I feel like it might relate to types somewhat, the general characteristics sounds much like an INFx by MBTI. 

I don't really put much authority on articles like this, which sounds way too much like buzzfeed but it seems to be a good breakdown of the traits of a supposed 'old soul'



> 9 Signs You're An Old Soul
> 1# You tend to be a solitary loner
> 
> 2# You love knowledge, wisdom and truth.
> ...


link: 9 Signs You're An Old Soul ⋆ LonerWolf

I feel like this could be some Ni dominant, Feeling type, however I'm not too sure.
Thoughts?

p.s. I am quite skeptical myself as to all the psychic mumbo jumbo, but I feel these labels might have some relevance to personality. Thanks


----------



## Blue Soul (Mar 14, 2015)

I don't think F has anything to do with it, but I agree with the I and N.

Sometime many years ago I remember reading that in ancient China it was a common belief that some children were considered to be born with wisdom. These special children were often prodigies and quickly became very skillful for their age. They were held high and philosophers listened to their words. Sound related?


----------



## SilverRain (May 15, 2014)

I'm Ne and fit most items on the list except #1 in that I'm an extrovert but a social introvert unless I'm with people who fit the above list fairly closely, and I don't feel like #9, an old soul. It's not always easy to find people who have those characteristics, so I end up being more introverted in a social sense than I'd like to be.

Not only NiFe's, since I've known Ne's, S's and T's who fit many of the characteristics, though different types might emphasize different aspects of the list.


----------



## TheProphetLaLa (Aug 18, 2014)

I relate to a lot of these.


----------



## ALongTime (Apr 19, 2014)

Agree with 1-8, but not really with 9.


----------



## Lord Fudgingsley (Mar 3, 2013)

I relate to more or less all of this. I'm under the impression that it's related to experiences of depression; as we lose the ability to act in reality we begin to flee into our own dreams. We've removed ourselves from what is happening in the real world, and are essentially living on a different plain of existence. That alternate plain of existence brings truth and understanding.


----------



## aendern (Dec 28, 2013)

Blue Soul said:


> Sometime many years ago I remember reading that in ancient China it was a common belief that some children were considered to be born with wisdom. These special children were often prodigies and quickly became very skillful for their age. They were held high and philosophers listened to their words. Sound related?

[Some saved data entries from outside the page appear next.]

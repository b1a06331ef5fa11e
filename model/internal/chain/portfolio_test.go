package chain

import (
	"fmt"
	"math"
	"os"
	"strings"
	"testing"

	"labelweir/model/internal/loss"
)

// longRuns is how the best of many long annealing runs is found, half of them from zero weights and half from the
// graduated run; points that drop a whole class don't count, for anyone.
func longRuns(p *Problem, q float64, start *State, runs int, s *Scratch) float64 {
	best := math.Inf(1)
	opt := AnnealOptions{Bits: 6, Sweeps: 300, Cycles: 1, Hot: .05, Cold: 1e-4, Polish: true}
	for k := range runs {
		var from *State
		if k%2 == 0 {
			from = start
		}
		if st := Annealed(p, q, from, opt, newRand(uint64(100+k)), s); !st.Collapsed {
			best = min(best, st.J)
		}
	}
	return best
}

// tally counts, for one row of the table, how often each kind of run won.
type tally struct {
	instances, short    int
	beyond, beyondShort int // where dropping a class has a lower J than any solution that tells the classes apart
	won                 map[string]int
	worst               float64
}

func (c *tally) String() string {
	var b strings.Builder
	fmt.Fprintf(&b, "%3d instances, %d beyond 0.1 %%, worst %+.3f %%; won:", c.instances, c.short, 100*c.worst)
	for _, name := range []string{NameWarm, NameGraduated, NameDescent, NameAnnealed, NameShaken} {
		fmt.Fprintf(&b, " %s %d", name, c.won[name])
	}
	fmt.Fprintf(&b, "; q out of reach %d (%d beyond 0.1 %%)", c.beyond, c.beyondShort)
	return b.String()
}

// after returns a problem of n rows, the last share of which follows another rule than the first, and the index into
// the problem of the n rows before.
func after(n, d int, flip, share float64, other bool, seed uint64) (before, now *Problem, index []int32) {
	gone := int(share * float64(n))
	all, _ := linear(n+gone, d, 0, 0, flip, newRand(seed))
	if other {
		turned, _ := linear(n+gone, d, 0, 0, flip, newRand(seed+999))
		copy(all.X[n*all.Dense:], turned.X[n*all.Dense:])
		copy(all.Y[n:], turned.Y[n:])
	}
	before, _ = slide(all, 0, n, 0, 0)
	now, index = slide(all, gone, n+gone, 0, n)
	return before, now, index
}

// The whole table takes minutes: LABELWEIR_LONG=1 go test ./model/internal/chain -run Portfolio -v
func TestPortfolioAgainstLongRuns(t *testing.T) {
	ns, ds, flips, qs, runs := []int{300}, []int{10, 30}, []float64{.2}, []float64{-.5}, 10
	if os.Getenv("LABELWEIR_LONG") != "" {
		ns, ds, flips, qs, runs = []int{300, 1000, 4000}, []int{10, 30, 60}, []float64{.1, .2, .3, .4}, []float64{-1, -.5, 0}, 50
	}
	s := &Scratch{}
	tallies := map[string]*tally{}
	for _, setting := range []string{"cold", "warm, 5 % slid", "warm, half of another rule"} {
		tallies[setting] = &tally{won: map[string]int{}}
		for i, n := range ns {
			for _, d := range ds {
				for _, flip := range flips {
					for _, q := range qs {
						seed := uint64(1000*i + 10*d + int(100*flip))
						judge(t, tallies[setting], setting, n, d, flip, q, seed, runs, s)
					}
				}
			}
		}
		t.Logf("%-28s %v", setting, tallies[setting])
	}
}

func judge(t *testing.T, c *tally, setting string, n, d int, flip, q float64, seed uint64, long int, s *Scratch) {
	share, other := .05, false
	if strings.Contains(setting, "rule") {
		share, other = .5, true
	}
	before, p, index := after(n, d, flip, share, other, seed)
	var from *Start
	if setting != "cold" {
		old := Graduated(before, nil, []float64{q}, newRand(1), s)[0]
		from = Carry(&old, index, nil)
	}
	opt := DefaultPortfolio(n)
	opt.Hysteresis = 0
	runs, best := Portfolio(p, q, from, opt, newRand(seed), s)
	got := &runs[best].State
	grad := Graduated(p, nil, []float64{q}, newRand(1), s)[0]
	plain := Descend(p, q, newRand(1), s)
	truth := longRuns(p, q, &grad, long, s)
	for _, st := range []*State{&grad, &plain} { // of other seeds than the portfolio's own
		if !st.Collapsed {
			truth = min(truth, st.J)
		}
	}
	for _, r := range runs {
		if Less(&r.State, got) {
			t.Errorf("%s n=%d d=%d flip=%v q=%v: %s has J=%v, the portfolio %v", setting, n, d, flip, q, r.Name, r.State.J, got.J)
		}
	}
	gap := got.J/truth - 1
	if got.Collapsed || min(got.J, truth) > loss.CollapseCost(q, .5) {
		c.beyond++
		if gap > 1e-3 {
			c.beyondShort++
		}
		return
	}
	c.instances++
	c.won[runs[Winner(runs)].Name]++
	c.worst = max(c.worst, gap)
	if gap > 1e-3 {
		c.short++
		t.Errorf("%s n=%d d=%d flip=%v q=%v: J=%.6f (%s), best of %d long runs %.6f", setting, n, d, flip, q, got.J, runs[best].Name, long, truth)
	}
}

It sounds like my childhood experience, tbh.


----------



## To_august (Oct 13, 2013)

Ahem... Is this in the same vein as the Indigo children classification?

Edit: It seems so.


----------



## ALongTime (Apr 19, 2014)

Out of interest, does anyone here _not_ relate to most of these?


----------



## Obligatoryusername91 (Apr 5, 2015)

I think that if I am a reincarnation, it's probably of a Fox. I'm a naturally solitary person, though, like a Fox, I can cooperate with others when it's necessary.


----------



## ConspiracyTheory (Apr 13, 2014)

Just made a post on this on the INTP forum. Here's what Jung says is the explanation of feeling like an old soul:

*
"Somewhere deep in the background I always knew that I was two persons.
One was the son of my parents, who went to school and was less intelligent, attentive, hardworking, decent, and clean than many other boys. 
The other was grown up--old, in fact-- skeptical, mistrustful, remote from the world of men, but close to nature, the earth, the sun, the moon, the weather, all living creatures, and above all close to the night, to dreams, and to whatever "God" worked directly in him.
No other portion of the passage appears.